I often wonder how I ended up with a man who never takes anything seriously, especially when it comes to me. Despite my constant support and willingness to help him, he doesn't seem to reciprocate the concern. It's a painful reminder of my mother's experience when my father didn't bother to lend a hand, leaving her to juggle numerous tasks alone. He still expected her to fulfill his demands without hesitation.

3. He makes me feel small and neglected

My father used to make me feel inferior to him by screaming, cursing, hitting me, breaking things, and shutting me out. Similarly, my husband uses emotional manipulation as his weapon of choice. If I do something he doesn't approve of, he freezes me out and refuses to engage in physical intimacy. He acts as if I don't exist, which leaves me feeling vulnerable and powerless, just like a child again. I believe he feels empowered knowing that he has this hold over me.

4. He has a sneaky way of being controlling

During our dating phase, my partner displayed a lot of interest in my personal life. He would ask about my whereabouts, who I was speaking to, and even call me to express how much he missed me, even though I had only left for a short time. At the time, I found it endearing that he cared so much. However, I now realize that it was all a façade to cover up his controlling nature. His true desire was to have complete control over me and to have me all to himself, rather than love and affection.

5. Being married to him has cost me important relationships

Men like my father have a remarkable ability to make themselves the center of attention. Growing up, I always wondered why my mother never had many friends. Now I understand that her love and devotion for my father consumed all her time and effort. Similarly, I find myself sacrificing time with friends, canceling appointments, and ignoring calls and messages to prioritize being there for him. Eventually, my social circle stopped trying to reach out, and I barely recognize it now.

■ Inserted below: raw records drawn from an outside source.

TEST_CASE_TEMPLATE("normal draws have the requested mean and variance", T, float, double) {
    tenon::random_engine rng(5);
    const int draws = 200000;
    double sum = 0.0, sum_sq = 0.0;
    for (int i = 0; i < draws; ++i) {
        const double x = static_cast<double>(rng.normal<T>(T(3), T(2)));
        sum += x;
        sum_sq += x * x;
    }
    const double mean = sum / draws;
    const double variance = sum_sq / draws - mean * mean;
    // Standard error of the mean: 2 / sqrt(n) ~ 0.0045; of the variance:
    // 4 sqrt(2 / n) ~ 0.013 (normal sampling theory). Tolerances are ~6 of them.
    CHECK(std::abs(mean - 3.0) < 0.03);
    CHECK(std::abs(variance - 4.0) < 0.08);
}

TEST_CASE("shuffle is a deterministic permutation") {
    std::vector<int> a(10);
    std::iota(a.begin(), a.end(), 0);
    tenon::random_engine rng(5);
    rng.shuffle(a.begin(), a.end());
    // From the independent Python implementation (Durstenfeld's form).
    const std::vector<int> expected = {1, 0, 4, 9, 6, 3, 7, 8, 5, 2};
    CHECK(a == expected);

    std::vector<int> big(1000), again(1000);
    std::iota(big.begin(), big.end(), 0);
    std::iota(again.begin(), again.end(), 0);
    tenon::random_engine r1(77), r2(77);
    r1.shuffle(big.begin(), big.end());
    r2.shuffle(again.begin(), again.end());
    CHECK(big == again);
    std::vector<int> sorted = big;
    std::sort(sorted.begin(), sorted.end());
    std::vector<int> identity(1000);
    std::iota(identity.begin(), identity.end(), 0);
    CHECK(sorted == identity);
    CHECK(big != identity);

    std::vector<int> empty;
    rng.shuffle(empty.begin(), empty.end());
    std::vector<int> one = {4};
    rng.shuffle(one.begin(), one.end());
    CHECK(one == std::vector<int>{4});
}

TEST_CASE("state() and set_state() resume a sequence exactly, including a pending normal") {
    tenon::random_engine rng(123);
    rng.next_u64();
    rng.normal<double>();  // the polar method leaves its second value pending
    REQUIRE(rng.state().has_spare_normal);
    const tenon::random_state saved = rng.state();

    std::vector<double> first;
    for (int i = 0; i < 5; ++i) first.push_back(rng.normal<double>());
    for (int i = 0; i < 5; ++i) first.push_back(rng.uniform01<double>());
    first.push_back(static_cast<double>(rng.below(1000)));

    tenon::random_engine other(999);
    other.set_state(saved);
    std::vector<double> second;
    for (int i = 0; i < 5; ++i) second.push_back(other.normal<double>());
    for (int i = 0; i < 5; ++i) second.push_back(other.uniform01<double>());
    second.push_back(static_cast<double>(other.below(1000)));
    CHECK(first == second);

    // reseed() drops a pending normal, so a fresh seed gives a fresh sequence.
    other.reseed(123);
    CHECK_FALSE(other.state().has_spare_normal);
}

// ---------------------------------------------------------------------------
// gemm against a naive triple loop: C = alpha op(A) op(B) + beta C.

namespace {

template <class T>
std::vector<T> random_buffer(tenon::random_engine& rng, std::size_t n) {
    std::vector<T> v(n);
    for (auto& x : v) x = rng.uniform<T>(T(-1), T(1));
    return v;
}

template <class T>
void naive_gemm(bool ta, bool tb, std::size_t m, std::size_t n, std::size_t k, T alpha, const std::vector<T>& a, std::size_t lda,
                const std::vector<T>& b, std::size_t ldb, T beta, std::vector<T>& c, std::size_t ldc) {
    for (std::size_t i = 0; i < m; ++i) {
        for (std::size_t j = 0; j < n; ++j) {
            double acc = 0.0;
            for (std::size_t p = 0; p < k; ++p) {
                const double aip = static_cast<double>(ta ? a[p * lda + i] : a[i * lda + p]);
                const double bpj = static_cast<double>(tb ? b[j * ldb + p] : b[p * ldb + j]);
                acc += aip * bpj;
            }
            c[i * ldc + j] = static_cast<T>(static_cast<double>(alpha) * acc + static_cast<double>(beta) * static_cast<double>(c[i * ldc + j]));
        }
    }
}

}  // namespace

TEST_CASE_TEMPLATE("gemm matches a naive triple loop for all transpose cases and padded strides", T, float, double) {
    tenon::random_engine rng(31);
    const double tolerance = std::is_same_v<T, float> ? 1e-5 : 1e-13;
    const std::size_t sizes[][3] = {{3, 5, 4}, {1, 1, 1}, {1, 7, 3}, {6, 1, 2}, {4, 3, 1}, {5, 2, 9}};
    for (const auto& sz : sizes) {
        const std::size_t m = sz[0], n = sz[1], k = sz[2];
        for (int mode = 0; mode < 4; ++mode) {
            const bool ta = (mode & 1) != 0, tb = (mode & 2) != 0;
            // Stored shapes, with 2 extra columns of padding in each buffer.
            const std::size_t a_rows = ta ? k : m, a_cols = ta ? m : k;
            const std::size_t b_rows = tb ? n : k, b_cols = tb ? k : n;
            const std::size_t lda = a_cols + 2, ldb = b_cols + 2, ldc = n + 2;
            const auto a = random_buffer<T>(rng, a_rows * lda);
            const auto b = random_buffer<T>(rng, b_rows * ldb);
            const auto c0 = random_buffer<T>(rng, m * ldc);
            for (T beta : {T(0), T(1), T(-0.5)}) {
                const T alpha = T(1.25);
                std::vector<T> c = c0, expected = c0;
                tenon::gemm<T>(ta, tb, m, n, k, alpha, a.data(), lda, b.data(), ldb, beta, c.data(), ldc);
                naive_gemm<T>(ta, tb, m, n, k, alpha, a, lda, b, ldb, beta, expected, ldc);
                for (std::size_t i = 0; i < m; ++i) {
                    for (std::size_t j = 0; j < ldc; ++j) {
                        const std::size_t idx = i * ldc + j;
                        if (j >= n) {
                            CHECK(c[idx] == c0[idx]);  // padding untouched
                        } else {
                            CHECK_MESSAGE(std::abs(static_cast<double>(c[idx] - expected[idx])) <=
                                              tolerance * (1.0 + std::abs(static_cast<double>(expected[idx]))),
                                          "m=" << m << " n=" << n << " k=" << k << " ta=" << ta << " tb=" << tb << " beta=" << beta);
                        }
                    }
                }
            }
        }
    }
}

6. His anger issues are getting out of hand

The truth is, his issues with anger were never a secret. Although we both acknowledged that we had tempers, we made a promise to keep that out of our relationship. While this agreement may have worked while we were dating, it is no longer respected. He has no qualms about slamming doors, shouting, or even threatening me physically, claiming that he would win because he is stronger.

7. He doesn't know how to deal with being told no

In situations where he doesn't get his way, he closely resembles my father. He becomes moody, furious, vindictive, and plain wicked whenever I say no or decline to assist him with something. I don't want that kind of behavior in a partner, and I can't help but feel deceived for falling in love and agreeing to spend the rest of my life with someone like him.

8. Maybe deep down, I'm just a sucker for bad men

I believe I get too caught up in attempting to earn people's love that I disregard the warning signals that often come with it. Men like my father and husband can perceive this, and they exploit it. I assumed that he would be less of a jerk and less willing to tolerate those bad qualities in his own life since he had a terrible father as well, but I was mistaken.

9. I'm relieving old traumas in new ways

It's difficult to confront many of the issues I faced at home as a child as an adult. At times, when I observe my husband doing something, I have vivid recollections of my father doing the exact same thing or something similar. He's a good man, much better than my father, and I love him, but certain things cannot be fixed by love. I witnessed my mother attempting to change my father for decades, but he remained the same awful man. One thing is clear to me: I won't tolerate that nonsense any longer than I have to.